INSTRUCTIONS FOR THE TASK
Lines with the word "feff" in them must be copied from the records below.
-- Opening Marker --
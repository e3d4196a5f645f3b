//! Events of the demo's weather, and of turbulence alone.
//!
//! The demo is made here with other seeds, by the program that made the shipped day.
#![allow(
    clippy::unwrap_used,
    clippy::print_stdout,
    clippy::cast_possible_truncation,
    dead_code,
    reason = "tests may panic and print; not all of the demo's source is used here"
)]

#[path = "../examples/make_demo/field.rs"]
mod field;
#[path = "../examples/make_demo/network.rs"]
mod network;
#[path = "../examples/make_demo/reports.rs"]
mod reports;
#[path = "../examples/make_demo/scenario.rs"]
mod scenario;

use std::fs;
use std::path::{Path, PathBuf};

use gyremesh::event::{AreaKind, Motion};
use gyremesh::pipeline::{EventsOutcome, Setup, find_events};
use gyremesh::report::InputOrder;
use gyremesh::settings::Overrides;
use gyremesh::time::Time;
use rayon::prelude::*;

/// A day of the demo in a folder of its own; the path of its settings.
fn day(folder: &Path, seed: u64, weather: bool, faults: bool, more: &str) -> PathBuf {
    let plane = network::LocalPlane::about_centre();
    let field = field::WindField::new(seed, weather);
    let reports = reports::Reports::of_day(&field, &plane, seed, faults);
    fs::write(folder.join("stations.csv"), network::station_list()).unwrap();
    fs::write(folder.join("reports.csv"), &reports.text).unwrap();
    let shipped = Path::new(env!("CARGO_MANIFEST_DIR")).join("networks/ostrin/network.toml");
    let settings = fs::read_to_string(shipped).unwrap();
    let settings = settings.replace("../../examples/ostrin/reports.csv", "reports.csv");
    let path = folder.join("network.toml");
    fs::write(&path, settings + more).unwrap();
    path
}

fn events(seed: u64, weather: bool, faults: bool, more: &str) -> (Setup, EventsOutcome) {
    let folder = tempfile::tempdir().unwrap();
    let settings = day(folder.path(), seed, weather, faults, more);
    let setup = Setup::read(&settings, &Overrides::default()).unwrap();
    let found = find_events(&setup, InputOrder::ByTime, |_| {}).unwrap();
    (setup, found)
}

fn seeds(name: &str, default: std::ops::Range<u64>) -> Vec<u64> {
    match std::env::var(name) {
        Ok(text) => {
            let (a, b) = text.split_once("..").unwrap();
            (a.parse().unwrap()..b.parse().unwrap()).collect()
        }
        Err(_) => default.collect(),
    }
}

#[test]
#[ignore = "exploration"]
fn look() {
    let faults = std::env::var("FAULTS").is_ok();
    let weather = std::env::var("CALM").is_err();
    let more = std::env::var("MORE").unwrap_or_default();
    for seed in seeds("SEEDS", 20_310_614..20_310_615) {
        let (_, found) = events(seed, weather, faults, &more);
        println!(
            "seed {seed}: {} areas {} lines {} passages",
            found.areas.len(),
            found.lines.len(),
            found.passages.len()
        );
        for a in &found.areas {
            let at = a
                .path
                .points()
                .first()
                .unwrap()
                .1
                .map(|x| (x / 1e3).round());
            println!(
                "  {:<22} {}-{} strength {:.2} peak {:.1}±{:.1} area {:.0} {at:?} {:?} {:?} split {:?} merged {:?}",
                a.kind.name(),
                &a.start.to_string()[11..16],
                &a.end.to_string()[11..16],
                a.strength,
                a.peak.value * 1e5,
                a.peak.error * 1e5,
                a.area / 1e6,
                a.motion.map(|m| format!(
                    "{:.1}±{:.1} m/s {:.0}±{:.0}",
                    m.speed, m.speed_error, m.heading, m.heading_error
                )),
                a.peak.polygon,
                a.split_from,
                a.merged_into
            );
        }
        for l in &found.lines {
            let m = l.motion;
            println!(
                "  {} {}-{} known {} {} stations {:.2}±{:.2} m/s {:.1}±{:.1} change {:.1?} closing {:.1}",
                l.name(),
                &l.start.to_string()[11..16],
                &l.end.to_string()[11..16],
                &l.known_at.to_string()[11..16],
                l.stations.len(),
                m.speed,
                m.speed_error,
                m.heading,
                m.heading_error,
                l.change,
                l.closing
            );
            for a in &l.arrivals {
                println!("    {a:?}");
            }
        }
        if std::env::var("PASSAGES").is_ok() {
            for (p, line) in &found.passages {
                let plane = network::LocalPlane::about_centre();
                let at = plane.point(&network::STATIONS[p.station]);
                let (e, n) = field::toward(scenario::LINE_HEADING);
                let along = at.x * e + at.y * n - 1e3 * scenario::SHORE_KM;
                let truth = 11.0 * 3600.0 + along / scenario::LINE_SPEED;
                let off = (p.time.micros() / 1_000_000).rem_euclid(86_400) as f64 - truth;
                println!(
                    "RES {:.2} {:.0} {:.0} {:.0} {}",
                    truth / 3600.0,
                    off,
                    p.error,
                    p.width,
                    line.is_some()
                );
            }
        }
    }
}

/// Times at which the planted line reaches the places of the settings, μs.
fn truths(setup: &Setup) -> Vec<i64> {
    let plane = network::LocalPlane::about_centre();
    let (e, n) = field::toward(scenario::LINE_HEADING);
    let begin = Time::parse_rfc3339(&scenario::rfc3339(scenario::LINE_START)).unwrap();
    let places = setup.settings.places.iter().map(|place| {
        let x =
            (place.position.longitude() - network::CENTRE_LONGITUDE) * plane.metres_per_degree_east;
        let y =
            (place.position.latitude() - network::CENTRE_LATITUDE) * plane.metres_per_degree_north;
        let way = x * e + y * n - 1e3 * scenario::SHORE_KM;
        begin.micros() + (way / scenario::LINE_SPEED * 1e6) as i64
    });
    places.collect()
}

/// How far a direction is from another, degrees.
fn turn(from: f64, to: f64) -> f64 {
    (to - from + 180.0).rem_euclid(360.0) - 180.0
}

/// What is found in a variant of the demo without faults, in units of its own errors.
struct Variant {
    /// Speed and heading of the line, of the vortex.
    line: Option<[f64; 2]>,
    vortex: Option<[f64; 2]>,
    /// First forecasts and final times of the places.
    first: Vec<f64>,
    last: Vec<f64>,
    others: usize,
    lead: Vec<f64>,
}

fn variant(seed: u64) -> Variant {
    let (setup, found) = events(seed, true, false, "");
    let truths = truths(&setup);
    let off = |motion: &Motion, speed: f64, heading: f64| {
        [
            (motion.speed - speed) / motion.speed_error,
            turn(heading, motion.heading) / motion.heading_error,
        ]
    };
    let convergent = || found.lines.iter().filter(|line| line.is_convergent());
    let line = convergent().max_by_key(|line| line.stations.len());
    let areas = found.areas.iter().filter(|a| a.kind == AreaKind::Cyclonic);
    let vortex = areas.max_by(|a, b| a.strength.total_cmp(&b.strength));
    let (mut first, mut last, mut lead) = (Vec::new(), Vec::new(), Vec::new());
    for arrival in line.iter().flat_map(|line| &line.arrivals) {
        let truth = truths[arrival.place];
        let miss = |(time, error): (Time, f64)| (time.micros() - truth) as f64 * 1e-6 / error;
        first.extend(arrival.first.map(|f| miss((f.time, f.error))));
        lead.extend(
            arrival
                .first
                .map(|f| (truth - f.made_at.micros()) as f64 / 6e7),
        );
        last.extend(arrival.last.map(miss));
    }
    Variant {
        line: line.map(|l| off(&l.motion, scenario::LINE_SPEED, scenario::LINE_HEADING)),
        vortex: vortex.and_then(|v| {
            Some(off(
                v.motion.as_ref()?,
                scenario::VORTEX_SPEED,
                scenario::VORTEX_HEADING,
            ))
        }),
        first,
        last,
        others: found.lines.len() - usize::from(line.is_some()),
        lead,
    }
}

fn share_within(values: &[f64], limit: f64) -> f64 {
    values.iter().filter(|v| v.abs() <= limit).count() as f64 / values.len() as f64
}

#[test]
#[ignore = "100 days; run by .ci/run"]
fn arrivals_come_within_their_errors() {
    let variants: Vec<Variant> = seeds("SEEDS", 1000..1100)
        .into_par_iter()
        .map(variant)
        .collect();
    let all = |of: &dyn Fn(&Variant) -> Vec<f64>| variants.iter().flat_map(of).collect::<Vec<_>>();
    let rms = |v: &[f64]| (v.iter().map(|x| x * x).sum::<f64>() / v.len() as f64).sqrt();
    let mean = |v: &[f64]| v.iter().sum::<f64>() / v.len() as f64;
    for (name, values) in [
        ("first", all(&|v| v.first.clone())),
        ("last", all(&|v| v.last.clone())),
        (
            "line speed",
            all(&|v| v.line.iter().map(|m| m[0]).collect()),
        ),
        (
            "line heading",
            all(&|v| v.line.iter().map(|m| m[1]).collect()),
        ),
        (
            "vortex speed",
            all(&|v| v.vortex.iter().map(|m| m[0]).collect()),
        ),
        (
            "vortex heading",
            all(&|v| v.vortex.iter().map(|m| m[1]).collect()),
        ),
    ] {
        println!(
            "{name}: {} values, {:.2} within 1.96, {:.2} within 2, mean {:.2} rms {:.2}",
            values.len(),
            share_within(&values, 1.96),
            share_within(&values, 2.0),
            mean(&values),
            rms(&values)
        );
    }
    println!(
        "other lines {}",
        variants.iter().map(|v| v.others).sum::<usize>()
    );
    println!("lead {:.0}", mean(&all(&|v| v.lead.clone())));
    let first = all(&|v| v.first.clone());
    assert!(share_within(&first, 1.96) >= 0.9);
}
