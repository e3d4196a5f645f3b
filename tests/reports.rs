//! Reports in all the ways they come: text, compression, layouts, times, code forms, units; read through settings.
#![allow(clippy::unwrap_used, clippy::panic, reason = "tests may panic")]

use std::fs;
use std::io::Write;
use std::path::PathBuf;
use std::process::{Command, Output, Stdio};

use flate2::Compression;
use flate2::write::GzEncoder;
use gyremesh::check::screen_all;
use gyremesh::pipeline::{Reading, Sources};
use gyremesh::report::{ReportTable, read_reports};
use gyremesh::settings::Overrides;
use gyremesh::station::{Network, Position};
use gyremesh::tally::Reason;
use gyremesh::units::FromDirection;
use serde_json::Value;
use tempfile::TempDir;

#[path = "reports/codes.rs"]
mod codes;
#[path = "reports/values.rs"]
mod values;

const STATIONS: &str = "id,latitude,longitude\nA,46.0,-30.0\nB,46.0,-29.7\nC,46.2,-29.85\n";
const TABLE: &str = "time,station,direction,speed\n\
                     2031-06-14T00:00:00Z,A,270,5.5\n\
                     2031-06-14T00:00:00Z,B,280.5,6\n\
                     2031-06-14T00:00:00Z,C,250,7.25\n";
/// What [`TABLE`] says.
const WINDS: [&str; 3] = [
    "A 2031-06-14T00:00:00Z 270 5.5",
    "B 2031-06-14T00:00:00Z 280.5 6",
    "C 2031-06-14T00:00:00Z 250 7.25",
];
/// Columns of a group of files with one column of wind.
const SPEED: &str = "columns = { speed = \"speed\" }";
const DIRECTION: &str = "columns = { direction = \"direction\" }";

/// A network in a folder of its own.
struct Site(TempDir);

/// What was read.
struct Found {
    network: Network,
    reading: Reading,
    /// The reports, as the books are about them.
    table: ReportTable,
}

impl Site {
    /// `settings` begins with the keys of `[stations]` that follow its file.
    fn new(stations: &str, settings: &str, files: &[(&str, &[u8])]) -> Self {
        let site = Self(tempfile::tempdir().unwrap());
        let head = "name = \"test\"\n[stations]\nfile = \"stations.csv\"\n";
        fs::write(site.path("network.toml"), format!("{head}{settings}\n")).unwrap();
        fs::write(site.path("stations.csv"), stations).unwrap();
        for (name, bytes) in files {
            fs::write(site.path(name), bytes).unwrap();
        }
        site
    }

    fn path(&self, name: &str) -> PathBuf {
        self.0.path().join(name)
    }

    fn read(&self) -> Found {
        let sources = Sources::read(&self.path("network.toml"), &Overrides::default())
            .unwrap_or_else(|error| panic!("{error}"));
        let reading = Reading::of(&sources.settings, &sources.network).unwrap();
        let rows = read_reports(&sources.settings.reports, &sources.network).rows;
        let (mut table, repeats) = ReportTable::new(&rows, sources.network.len());
        assert_eq!(repeats, reading.repeats);
        let stations = sources.network.stations().iter();
        let positions: Vec<Position> = stations.map(|s| s.position).collect();
        screen_all(&mut table, &positions, &sources.settings.check);
        assert!(reading.rows.balances() && reading.repeats.balances());
        Found {
            network: sources.network,
            reading,
            table,
        }
    }

    fn run(&self, command: &str, more: &[&str]) -> Command {
        let mut run = Command::new(env!("CARGO_BIN_EXE_gyremesh"));
        run.arg(command).arg(self.path("network.toml")).args(more);
        run
    }

    /// A column of a file that `estimate` writes.
    fn estimate(&self, file: &str, column: &str) -> Vec<f64> {
        let out = self.path("out");
        let output = self
            .run("estimate", &["--quiet", "--errors", "instrument", "--out"])
            .arg(&out)
            .output();
        let Output { status, stderr, .. } = output.unwrap();
        assert!(status.success(), "{}", String::from_utf8_lossy(&stderr));
        let mut reader = csv::Reader::from_path(out.join(file)).unwrap();
        let header = reader.headers().unwrap().clone();
        let place = header.iter().position(|name| name == column).unwrap();
        let rows = reader.records().map(Result::unwrap);
        rows.map(|row| row[place].parse().unwrap()).collect()
    }
}

impl Found {
    /// One line for each report: station, time, direction, speed (six decimals at most); `-` for none.
    fn lines(&self) -> Vec<String> {
        let shown = |x: Option<f64>| {
            x.map_or_else(|| "-".into(), |x| ((x * 1e6).round() / 1e6).to_string())
        };
        let table = &self.table;
        let mut lines = Vec::new();
        for (s, station) in self.network.stations().iter().enumerate() {
            for i in table.of_station(s) {
                let direction = shown(table.direction(i).map(FromDirection::degrees));
                let (time, speed) = (table.times()[i], shown(table.speed(i)));
                lines.push(format!("{} {time} {direction} {speed}", station.id));
            }
        }
        lines
    }

    fn repeats(&self, reason: Reason) -> u64 {
        self.reading.repeats.count(reason)
    }
}

/// The reports of one file, all of which can be used.
fn lines(format: &str, bytes: impl AsRef<[u8]>) -> Vec<String> {
    lines_of(STATIONS, format, bytes)
}

fn lines_of(stations: &str, format: &str, bytes: impl AsRef<[u8]>) -> Vec<String> {
    let settings = format!("[[reports]]\nfiles = [\"reports.csv\"]\n{format}");
    let site = Site::new(stations, &settings, &[("reports.csv", bytes.as_ref())]);
    let found = site.read();
    let reading = &found.reading;
    assert!(reading.is_complete(), "{format}: {:?}", reading.warnings);
    found.lines()
}

/// Direction and speed of one row of station A.
fn wind(format: &str, direction: &str, speed: &str) -> String {
    let text =
        format!("time;station;direction;speed\n2031-06-14T00:00:00Z;A;{direction};{speed}\n");
    let lines = lines(format, text);
    assert_eq!(lines.len(), 1, "{direction} {speed}");
    lines[0].replace("A 2031-06-14T00:00:00Z ", "")
}

fn gzip(bytes: &[u8]) -> Vec<u8> {
    let mut encoder = GzEncoder::new(Vec::new(), Compression::fast());
    encoder.write_all(bytes).unwrap();
    encoder.finish().unwrap()
}

#[test]
fn delimiters_are_found_or_stated() {
    for (format, sign) in [
        ("", ","),
        ("", ";"),
        ("", "\t"),
        ("", "|"),
        ("delimiter = \"|\"", "|"),
        ("delimiter = \"~\"", "~"),
        ("delimiter = \"tab\"", "\t"),
    ] {
        assert_eq!(
            lines(format, TABLE.replace(',', sign)),
            WINDS,
            "{format} {sign}"
        );
    }
}

#[test]
fn a_decimal_comma_with_and_without_quotes() {
    let semicolons = TABLE.replace(',', ";").replace('.', ",");
    let quoted = TABLE
        .replace("280.5", "\"280,5\"")
        .replace("5.5", "\"5,5\"");
    let quoted = quoted.replace("7.25", "\"7,25\"");
    for text in [semicolons, quoted] {
        assert_eq!(lines("decimal = \",\"", &text), WINDS, "{text}");
    }
}

#[test]
fn quotes_marks_of_byte_order_and_line_ends_change_nothing() {
    let quoted = TABLE
        .trim_end()
        .replace(',', "\",\"")
        .replace('\n', "\"\n\"");
    for text in [
        format!("\"{quoted}\"\n"),
        format!("\u{feff}{TABLE}"),
        TABLE.replace('\n', "\r\n"),
        TABLE.replace('\n', "\r\r\n"),
        TABLE.trim_end().to_string(),
        TABLE.replace(',', " , "),
        TABLE.replace('\n', "\n\n"),
    ] {
        assert_eq!(lines("", &text), WINDS, "{text:?}");
    }
}

#[test]
fn a_last_field_left_empty_is_missing_with_quotes_and_without() {
    for station in ["A", "\"A\""] {
        for sign in [",", ";", "\t"] {
            let text = TABLE.replace(",A,270,5.5", &format!(",{station},270,"));
            let found = lines("", text.replace(',', sign));
            assert_eq!(found[0], "A 2031-06-14T00:00:00Z - -", "{station} {sign:?}");
        }
    }
}

#[test]
fn lines_of_delimiters_alone_are_blank() {
    let text = TABLE.replace('\n', "\n,,,\n \n");
    assert_eq!(lines("", &text), WINDS);
}

#[test]
fn lines_before_the_header_are_skipped_and_counted() {
    let text = format!("\u{feff}Station data, \"all\n;;;\n{TABLE}").replace("A,270", "A,470");
    let settings = "[[reports]]\nfiles = [\"r.csv\"]\nskip_lines = 2";
    let found = Site::new(STATIONS, settings, &[("r.csv", text.as_bytes())]).read();
    assert_eq!(found.lines(), WINDS[1..]);
    let warning = found.reading.warnings[0].to_string();
    assert!(warning.contains("r.csv:4 `direction`"), "{warning}");
}

#[test]
fn latin_1_names_when_stated() {
    let stations = STATIONS.replace("A,", "M\u{f6}wenfels,");
    let text = TABLE.replace(",A,", ",M\u{f6}wenfels,");
    let latin1: Vec<u8> = text.chars().map(|c| u8::try_from(c).unwrap()).collect();
    let found = lines_of(&stations, "encoding = \"latin-1\"", latin1);
    assert_eq!(found[2], WINDS[0].replace('A', "M\u{f6}wenfels"));
}

#[test]
fn compression_shows_in_the_content_not_in_the_name() {
    let (head, tail) = TABLE.split_at(40);
    let members = [gzip(head.as_bytes()), gzip(tail.as_bytes())].concat();
    let zstandard = zstd::encode_all(TABLE.as_bytes(), 3).unwrap();
    for bytes in [gzip(TABLE.as_bytes()), members, zstandard] {
        assert_eq!(lines("", bytes), WINDS);
    }
}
-- Closing Marker --
EXERCISE ANSWER
        format!("\u{feff}{TABLE}"),
    let text = format!("\u{feff}Station data, \"all\n;;;\n{TABLE}").replace("A,270", "A,470");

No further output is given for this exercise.